A strangle on BEAM is the strangle strategy applied to BEAM (stock). The strategy is structurally neutral / high-volatility (long premium, OTM): A long strangle buys an OTM call and an OTM put at offset strikes, cheaper than a straddle but requiring a larger underlying move to profit since both wings start out-of-the-money. With BEAM stock trading near $28.00, the strikes shown on this page are snapped to the nearest listed BEAM chain strike and the premiums come straight from the end-of-day bid/ask midpoint.

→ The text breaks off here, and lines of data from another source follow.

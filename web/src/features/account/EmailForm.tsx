import { useState } from 'react'
import type { Account } from '#core/wire/index'
import { changeEmail, sendVerification } from '../../api/account.ts'
import { Button } from '../../components/ui/Button.tsx'
import { ErrorNotice } from '../../components/ui/Notice.tsx'
import { TaskForm } from '../../components/ui/TaskForm.tsx'
import { TextField } from '../../components/ui/TextField.tsx'
import { faultAt } from '../../lib/faults.ts'
import { useTask } from '../../lib/useTask.ts'

export function EmailForm({ account }: { account: Account }) {
  const [email, setEmail] = useState('')
  const [password, setPassword] = useState('')
  const [sentTo, setSentTo] = useState<string | null>(null)
  const task = useTask()
  const ask = async (): Promise<void> => {
    await changeEmail(email, password)
    setSentTo(email)
    setPassword('')
  }
  return (
    <>
      <p className="break-words">
        {account.email}, {account.emailVerified ? 'confirmed' : 'not confirmed yet'}
      </p>
      {account.emailVerified ? null : <Verification />}
      <TaskForm
        task={task}
        fields={['email', 'currentPassword']}
        submitLabel="Change address"
        variant="quiet"
        onSubmit={ask}
      >
        <TextField
          label="New address"
          hint="A link goes there; the address changes once you open it, and the old one is told."
          type="email"
          autoComplete="email"
          fault={faultAt(task.error, 'email')}
          value={email}
          onChange={setEmail}
        />
        <TextField
          label="Password, to change the address"
          type="password"
          autoComplete="current-password"
          fault={faultAt(task.error, 'currentPassword')}
          value={password}
          onChange={setPassword}
        />
      </TaskForm>
      {sentTo === null ? null : (
        <p role="status" className="break-words">
          A mail is on its way to {sentTo}. Until its link is opened you sign in as before.
        </p>
      )}
    </>
  )
}

function Verification() {
  const [sent, setSent] = useState(false)
  const task = useTask()
  const send = (): void =>
    task.run(async () => {
      await sendVerification()
      setSent(true)
    })
  if (sent) return <p role="status">A mail with a link is on its way.</p>
  return (
    <div>
      <Button variant="link" busy={task.busy} onClick={send}>
        Send a link to confirm it
      </Button>
      {task.error ? <ErrorNotice error={task.error} /> : null}
    </div>
  )
}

How are BEAM strangle max profit and max loss calculated?
Upside max profit is unbounded; downside max profit is bounded at the put strike minus the combined debit (reached at zero). Max loss equals the combined debit times 100 (reached anywhere between the two OTM strikes). Two breakevens at call-strike plus debit and put-strike minus debit. For the BEAM strangle priced from the end-of-day chain at a 30-day expiry (ATM IV 81.70%), the computed maximum profit is unbounded per contract and the computed maximum loss is -$437.50 per contract. Live intraday quotes will differ as the chain moves through the trading session.
What is the breakeven for a BEAM strangle?
The breakeven for the BEAM strangle priced on this page is roughly $22.63 and $33.38 at expiration, derived from end-of-day chain premiums. Breakeven is the underlying price at which the strategy's P&L crosses zero ignoring transaction costs and assignment risk. The current BEAM market-implied 1-standard-deviation expected move is approximately 23.42%; if the move sits well outside the breakeven distance, the structure's risk-reward becomes correspondingly tighter.
When should you consider a strangle on BEAM?
Strangles on BEAM are the cheaper cousin of the straddle - traders use them when they want a large directional move but are willing to give up the inner-strike sensitivity in exchange for a lower up-front debit on the BEAM chain.
How does current BEAM implied volatility affect this strangle?
BEAM ATM IV is at 81.70% with IV rank near 41.87%, which is mid-range against its 1-year history. Strategy selection depends more on directional thesis and expected move than on a strong IV signal.